# Allen Bradley VFD Motor Control modes question.



## JRaef (Mar 23, 2009)

V/Hz is good for a 4:1turn down ratio, maybe 6:1 at best. So below 15Hz, accuracy drifts. Response to a step change in load can be measured in seconds. 

SVC in velocity vector mode is good for 100:1, so speed accuracy is maintained down to less than 1Hz, but the motor must move. Response to a step change in load can Be measured in fractions of a rotation, called a radian. SVC response in the PowerFlex drives is roughly 128 radians for a 100% step change in load. That equates to about 20 revolutions of a motor. Most SVC drives do not have a torque regulation loop, but the fast response improves it so much that most people don't realize that. 

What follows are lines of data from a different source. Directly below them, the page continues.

//! Reads a drawing back.

use resvg::usvg::roxmltree::Document;

/// An arc of a path.
#[derive(Debug, Clone, Copy)]
pub struct Arc {
    pub from: [f64; 2],
    pub to: [f64; 2],
    pub radius: f64,
    pub clockwise: bool,
}

/// One element with its class, its data and its path.
struct Shape {
    class: String,
    data: Vec<(String, usize)>,
    d: String,
}

pub struct Drawing {
    shapes: Vec<Shape>,
    texts: Vec<String>,
    ids: Vec<String>,
}

impl Drawing {
    /// # Panics
    /// Where the text is no XML.
    pub fn read(svg: &str) -> Self {
        let xml = Document::parse(svg).expect("well-formed XML");
        let inside = |n: &resvg::usvg::roxmltree::Node<'_, '_>| {
            !n.ancestors().any(|a| a.has_tag_name("defs"))
        };
        let shapes = xml
            .descendants()
            .filter(|n| n.has_tag_name("path") && inside(n))
            .map(|n| Shape {
                class: n.attribute("class").unwrap_or_default().to_owned(),
                data: n
                    .attributes()
                    .filter(|a| a.name().starts_with("data-"))
                    .map(|a| (a.name().to_owned(), a.value().parse().expect("a number")))
                    .collect(),
                d: n.attribute("d").expect("a path").to_owned(),
            })
            .collect();
        let texts = xml
            .descendants()
            .filter(|n| n.has_tag_name("text"))
            .map(|n| n.text().unwrap_or_default().to_owned())
            .collect();
        let ids = xml.descendants().filter_map(|n| n.attribute("id")).map(str::to_owned).collect();
        Self { shapes, texts, ids }
    }
    fn of<'a>(&'a self, class: &'a str) -> impl Iterator<Item = &'a Shape> {
        let words: Vec<&str> = class.split(' ').collect();
        self.shapes
            .iter()
            .filter(move |s| words.iter().all(|w| s.class.split(' ').any(|c| c == *w)))
    }
    /// The numbers that shapes of a class carry, ascending.
    pub fn numbers(&self, class: &str, data: &str) -> Vec<usize> {
        let mut all: Vec<usize> = self
            .of(class)
            .flat_map(|s| s.data.iter().filter(|d| d.0 == data).map(|d| d.1))
            .collect();
        all.sort_unstable();
        all
    }
    pub fn texts(&self) -> Vec<String> {
        self.texts.clone()
    }
    pub fn ids(&self) -> Vec<String> {
        self.ids.clone()
    }
    /// How many closed figures shapes of a class have.
    pub fn closed(&self, class: &str) -> usize {
        self.of(class).map(|s| s.d.matches('Z').count()).sum()
    }
    /// Every point that a path runs through.
    pub fn points(&self) -> Vec<(f64, f64)> {
        self.shapes.iter().flat_map(|s| walk(&s.d).0).collect()
    }
    pub fn points_of(&self, class: &str) -> Vec<(f64, f64)> {
        self.of(class).flat_map(|s| walk(&s.d).0).collect()
    }
    pub fn arcs(&self, class: &str) -> Vec<Arc> {
        self.of(class).flat_map(|s| walk(&s.d).1).collect()
    }
}

/// Ends of all pieces of a path, and its arcs.
fn walk(d: &str) -> (Vec<(f64, f64)>, Vec<Arc>) {
    let (mut points, mut arcs) = (Vec::new(), Vec::new());
    let mut at = [0.0; 2];
    let mut rest = d;
    while let Some(letter) = rest.chars().next() {
        let end = rest[1..].find(|c: char| c.is_ascii_uppercase()).map_or(rest.len(), |i| i + 1);
        let x = numbers(&rest[1..end]);
        rest = &rest[end..];
        let to = match (letter, x.as_slice()) {
            ('M' | 'L', [a, b]) | ('Q', [_, _, a, b]) | ('C', [_, _, _, _, a, b]) => [*a, *b],
            ('A', [r, same, 0.0, _, sweep, a, b]) => {
                assert_eq!(r, same);
                let clockwise = *sweep == 1.0;
                arcs.push(Arc { from: at, to: [*a, *b], radius: *r, clockwise });
                [*a, *b]
            }
            ('Z', []) => continue,
            other => panic!("{other:?} in {d:?}"),
        };
        points.push((to[0], to[1]));
        at = to;
    }
    (points, arcs)
}

fn numbers(text: &str) -> Vec<f64> {
    let mut all = Vec::new();
    let mut word = String::new();
    for c in text.chars().chain([' ']) {
        if (c == ' ' || c == '-') && !word.is_empty() {
            all.push(word.parse().expect("a number"));
            word.clear();
        }
        if c != ' ' {
            word.push(c);
        }
    }
    all
}
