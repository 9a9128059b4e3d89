//! Any stabilizer code or state over a prime, from its generators.

use super::{Family, Legs};
use crate::block::encoder::Encoder;
use crate::block::pauli_text::PauliRows;
use crate::block::{Block, BlockError, Request, Stabilizer};
use crate::field::prime_power;

pub(super) const FAMILY: Family = Family {
    name: "stabilizer",
    legs: Legs::AtLeast(1),
    dimensions: "physical legs of one prime D, then the bulk: one leg of D^k or k legs of D",
    construction: "generators as text (option stabilizers): XZZXI,IXZZX,... or X1Z2 I X,...; \
                   option logical: shifts, then clocks",
    source: "arXiv:quant-ph/9705052, from memory",
    stabilizer: "over GF(D)",
    isometric: "found by ranks",
    options: &["stabilizers", "logical"],
    make,
};

fn make(request: &Request) -> Result<Block, BlockError> {
    let d = request.dims[0];
    let wrong = |expected: String| BlockError::WrongDimensions {
        family: request.family.clone(),
        expected,
        dims: request.dims.clone(),
    };
    let Some((p, 1)) = prime_power(d as u64) else {
        return Err(wrong("legs of a prime dimension".to_owned()));
    };
    let text = request.options.get("stabilizers").map_or("", String::as_str);
    if text.trim().is_empty() {
        return Err(request.bad_option("stabilizers", "generators separated by commas"));
    }
    let code = PauliRows::parse(p as u32, text)?;
    let n = code.sites;
    let mut encoder = Encoder::complete(&code);
    let k = encoder.logical_digits();
    if let Some(logical) = request.options.get("logical") {
        if logical.split(',').count() != 2 * k {
            return Err(request.bad_option(
                "logical",
                format!("{k} shift and {k} clock operators separated by commas"),
            ));
        }
        encoder = Encoder::with_logical(&code, logical)?;
    }
    let bulk = request.dims.get(n..).unwrap_or_default();
    let one = d.checked_pow(k as u32).is_some_and(|b| bulk == [b]) && k > 0;
    let each = bulk.len() == k && bulk.iter().all(|&b| b == d);
    if request.dims.len() < n || request.dims[..n].iter().any(|&e| e != d) || !(one || each) {
        return Err(wrong(match k {
            0 => format!("{n} legs of dimension {d}"),
            1 => format!("{n} legs and a bulk leg of dimension {d}"),
            _ => format!(
                "{n} legs of dimension {d}, then one bulk leg of dimension {d}^{k} or {k} of {d}"
            ),
        }));
    }
    let part = encoder.tensor(1, one && !each);
    part.check().map_err(|fault| {
        request.bad_option("logical", format!("a set of operators of the code (it {fault})"))
    })?;
    let stabilizer = Stabilizer::new(vec![part]);
    let norm = if k > 0 {
        (d as u128).pow(k as u32)
    } else if stabilizer.isometries(&request.dims).is_perfect() {
        (d as u128).pow(n as u32 / 2)
    } else {
        1
    };
    stabilizer.into_block(&request.family, request.dims.clone(), norm)
}
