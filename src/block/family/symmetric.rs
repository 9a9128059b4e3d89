//! Permutation-invariant states of two-level excitations: W and Dicke states.

use super::{Family, Legs};
use crate::block::exact::Exact;
use crate::block::{Block, BlockError, IsometryTable, Proof, Request};

pub(super) const W: Family = Family {
    name: "w",
    legs: Legs::AtLeast(2),
    dimensions: "every D >= 2",
    construction: "equal sum of all levels 0...010...0, norm 1",
    source: "Phys. Rev. A 62, 062314 (2000), from memory",
    stabilizer: "no",
    isometric: "one leg of two, at D = 2",
    options: &[],
    make: |r| dicke(r, 1),
};

pub(super) const DICKE: Family = Family {
    name: "dicke",
    legs: Legs::AtLeast(2),
    dimensions: "every D >= 2",
    construction: "equal sum of all placings of k ones among zeros, norm 1 (option \
                   excitations, default half the legs)",
    source: "Phys. Rev. 93, 99 (1954), from memory",
    stabilizer: "no",
    isometric: "one leg where k is half the number of legs, at D = 2",
    options: &["excitations"],
    make: |r| {
        let n = r.dims.len();
        let k = r.count("excitations", n / 2, n)?;
        dicke(r, k)
    },
};

fn dicke(request: &Request, k: usize) -> Result<Block, BlockError> {
    let d = request.one_dimension()?;
    let n = request.dims.len();
    if d < 2 {
        return Err(BlockError::WrongDimensions {
            family: request.family.clone(),
            expected: "two levels or more a leg".to_owned(),
            dims: request.dims.clone(),
        });
    }
    let dims = request.dims.clone();
    let placings: Vec<u64> = (0..1u64 << n).filter(|m| m.count_ones() as usize == k).collect();
    let count = placings.len() as u128;
    // The reduced state of L legs has at most L + 1 non-zero eigenvalues
    // C(L,j)·C(n−L,k−j)/C(n,k) (Phys. Rev. A 67, 022112 (2003)), so only one leg can be
    // maximally mixed, and is where both eigenvalues agree.
    let table = IsometryTable::ask(n, |mask| mask.count_ones() == 1 && d == 2 && 2 * k == n);
    let shape = dims.clone();
    if shape.iter().try_fold(1u64, |s, &d| s.checked_mul(d as u64)).is_none_or(|s| s > 1 << 62) {
        return Err(BlockError::TooLarge {
            what: request.family.clone(),
            entries: format!("{dims:?} levels, so up to their product of"),
            limit: 1 << 62,
        });
    }
    Ok(Block::exact_lazy(&request.family, dims, table, None, count, move || {
        let place =
            |m: &u64| (0..n).fold(0, |i, leg| i * shape[leg] as u64 + (m >> (n - 1 - leg) & 1));
        let entries = placings.iter().map(|m| (place(m), 0)).collect();
        Exact::from_roots(shape.clone(), 1, (1, count), entries)
    })
    .proven(Proof::Formula))
}
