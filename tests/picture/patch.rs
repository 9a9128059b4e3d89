//! Small patches of {p,q}, grown by coordinates: slow, obvious, independent of the library's
//! own growth.

#![allow(clippy::needless_range_loop)] // tiles and sides are named by number throughout

use lierne::block::{Block, Entries, IsometryTable, SparseEntries};
use lierne::network::{Network, NetworkBuilder};
use num_complex::Complex64;
use std::collections::BTreeMap;
use std::f64::consts::{PI, TAU};
use std::sync::Arc;

/// A block that is never asked for its numbers.
pub fn blank(legs: usize) -> Arc<Block> {
    let dims = vec![2; legs];
    Arc::new(Block::lazy("blank", dims.clone(), IsometryTable::unknown(legs), None, move || {
        Entries::Sparse(SparseEntries::collect(dims.clone(), vec![]))
    }))
}

/// The patch as a network with a tile's legs counter-clockwise, and its tiles' centres.
pub fn grow(p: usize, q: usize, rings: usize) -> (Network, Vec<Complex64>) {
    let kappa = match ((p - 2) * (q - 2)).cmp(&4) {
        std::cmp::Ordering::Less => -1.0,
        std::cmp::Ordering::Equal => 0.0,
        std::cmp::Ordering::Greater => 1.0,
    };
    let (a, b) = (PI / p as f64, PI / q as f64);
    // Twice the inradius, on paper.
    let step = match kappa {
        1.0 => (b.cos() / a.sin()).acosh().tanh(),
        0.0 => 1.0 / a.tan(),
        _ => (b.cos() / a.sin()).acos().tan(),
    };
    let carry = |c: Complex64, z: Complex64| (z + c) / (1.0 + kappa * c.conj() * z);
    let mut tiles: Vec<(Complex64, f64)> = vec![(Complex64::new(0.0, 0.0), -PI / 2.0)];
    let mut glue: Vec<Vec<Option<(usize, usize)>>> = vec![vec![None; p]];
    let mut ring = vec![0u32];
    let mut start = 0;
    for r in 1..=rings {
        let end = tiles.len();
        for t in start..end {
            for s in 0..p {
                let (c, turn) = tiles[t];
                let z = carry(c, Complex64::from_polar(step, turn + TAU * s as f64 / p as f64));
                if tiles.iter().any(|(c, _)| {
                    (c - z).norm() < 1e-6 * (1.0 - kappa * z.norm_sqr()).abs().max(1e-3)
                }) {
                    continue;
                }
                let back = carry(-z, c).arg();
                tiles.push((z, back));
                glue.push(vec![None; p]);
                ring.push(r as u32);
            }
        }
        start = end;
    }
    let centre = |t: usize, s: usize| {
        let (c, turn) = tiles[t];
        carry(c, Complex64::from_polar(step, turn + TAU * s as f64 / p as f64))
    };
    let n = tiles.len();
    for t in 0..n {
        for s in 0..p {
            let z = centre(t, s);
            let scale = (1.0 - kappa * z.norm_sqr()).abs().max(1e-3);
            if let Some(u) = (0..n).find(|&u| (tiles[u].0 - z).norm() < 1e-6 * scale) {
                let s2 = (0..p)
                    .find(|&s2| (centre(u, s2) - tiles[t].0).norm() < 1e-6 * scale)
                    .expect("neighbours touch");
                glue[t][s] = Some((u, s2));
            }
        }
    }
    let block = blank(p);
    let mut builder = NetworkBuilder::new(format!("{{{p},{q}}}, {rings} rings"));
    let mut labels = BTreeMap::new();
    for t in 0..n {
        for s in 0..p {
            let name = match glue[t][s] {
                Some(other) if other < (t, s) => continue,
                Some(_) => format!("x{t}.{s}"),
                None => format!("b{t}.{s}"),
            };
            labels.insert((t, s), builder.label(&name, 2));
        }
    }
    let label = |t: usize, s: usize| {
        labels
            .get(&(t, s))
            .copied()
            .or_else(|| labels.get(&glue[t][s]?).copied())
            .expect("every side has a label")
    };
    for t in 0..n {
        let legs: Vec<_> = (0..p).map(|s| label(t, s)).collect();
        builder.tensor(None, &legs, &block).expect("p legs");
    }
    // Round the boundary: from an open side to the next corner, and on through the tiles
    // that meet there.
    let open: Vec<(usize, usize)> = (0..n)
        .flat_map(|t| (0..p).map(move |s| (t, s)))
        .filter(|&(t, s)| glue[t][s].is_none())
        .collect();
    if let Some(&first) = open.first() {
        let mut at = first;
        let mut order = Vec::new();
        loop {
            order.push(label(at.0, at.1));
            let mut next = (at.0, (at.1 + 1) % p);
            while let Some((u, s)) = glue[next.0][next.1] {
                next = (u, (s + 1) % p);
            }
            at = next;
            if at == first {
                break;
            }
        }
        assert_eq!(order.len(), open.len(), "one rim");
        builder.boundary(order);
    }
    let mut layout = lierne::network::Layout::default();
    layout.ring = ring;
    layout.tiling = Some((p as u32, q as u32));
    layout.place = tiles.iter().map(|(c, _)| [c.re, c.im]).collect();
    builder.layout(layout);
    (builder.finish().expect("a sound network"), tiles.iter().map(|t| t.0).collect())
}
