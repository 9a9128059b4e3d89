//! A tensor of independent random numbers, for networks whose numbers do not matter.

use super::{Family, Legs};
use crate::block::gaussian::gaussian;
use crate::block::{Block, BlockError, Entries, IsometryTable, Request};
use crate::tensor::Dense;
use ndarray::ArrayD;
use rand::SeedableRng;
use rand_chacha::ChaCha8Rng;

pub(super) const FAMILY: Family = Family {
    name: "random-tensor",
    legs: Legs::Any,
    dimensions: "any",
    construction: "independent complex Gaussian entries from the seed; the mean square of a \
                   column, read from the first half of the legs to the second, is 1",
    source: "definition",
    stabilizer: "no",
    isometric: "none but the empty set",
    options: &[],
    make,
};

fn make(request: &Request) -> Result<Block, BlockError> {
    let dims = request.dims.clone();
    let size = dims.iter().try_fold(1usize, |s, &d| s.checked_mul(d)).filter(|&s| s <= 1 << 60);
    let Some(size) = size else {
        return Err(BlockError::WrongDimensions {
            family: request.family.clone(),
            expected: "at most 2^60 entries".to_owned(),
            dims,
        });
    };
    let table = IsometryTable::unknown(dims.len());
    let column: usize = dims[dims.len() / 2..].iter().product();
    let (seed, shape) = (request.seed, dims.clone());
    Ok(Block::lazy(request.family.clone(), dims, table, None, move || {
        let mut rng = ChaCha8Rng::seed_from_u64(seed);
        let mut numbers = gaussian(&mut rng, size);
        let scale = 1.0 / (column as f64).sqrt();
        numbers.iter_mut().for_each(|v| *v *= scale);
        let array = ArrayD::from_shape_vec(shape.clone(), numbers).expect("one number an entry");
        Entries::Dense(Dense::Complex(array))
    })
    .with_nonzeros(size as u128))
}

FVC or FOC ( Field Oriented Control) is good for 1000:1 and can do full torque at zero speed. The step change response is now roughly 10 radians, a little over 2 revolutions. This is also where you get true torque control with high accuracy.


----------



## KennyW (Aug 31, 2013)

One thing I would add is that there's a little bit of an "arms race" between manufacturers with respect to the performance of their respective flavors of sensorless modes and I feel like they almost put pressure on you to not use an encoder. If you have an application that needs accurate speed or torque control at speeds lower than 2x the slip speed of the motor, my advice is this: unless you are an OEM where the savings associated with eliminating an encoder is multiplied over a whole bunch of machines, and you are able to spend time getting the tune and everything just right, err on the side of caution and just install an encoder. Let the "experts" who aren't actually responsible for making sure it works right sit at there desks all proud of themselves telling you the encoder wasn't needed. Drives these days can do amazing things with or without encoders but man with an encoder things just get a lot easier.


----------



## Hybwolf (Jul 31, 2011)

Thank you for the replies, this is helpful information.


----------



## JRaef (Mar 23, 2009)

KennyW said:


> One thing I would add is that there's a little bit of an "arms race" between manufacturers with respect to the performance of their respective flavors of sensorless modes and I feel like they almost put pressure on you to not use an encoder. If you have an application that needs accurate speed or torque control at speeds lower than 2x the slip speed of the motor, my advice is this: unless you are an OEM where the savings associated with eliminating an encoder is multiplied over a whole bunch of machines, and you are able to spend time getting the tune and everything just right, err on the side of caution and just install an encoder. Let the "experts" who aren't actually responsible for making sure it works right sit at there desks all proud of themselves telling you the encoder wasn't needed. Drives these days can do amazing things with or without encoders but man with an encoder things just get a lot easier.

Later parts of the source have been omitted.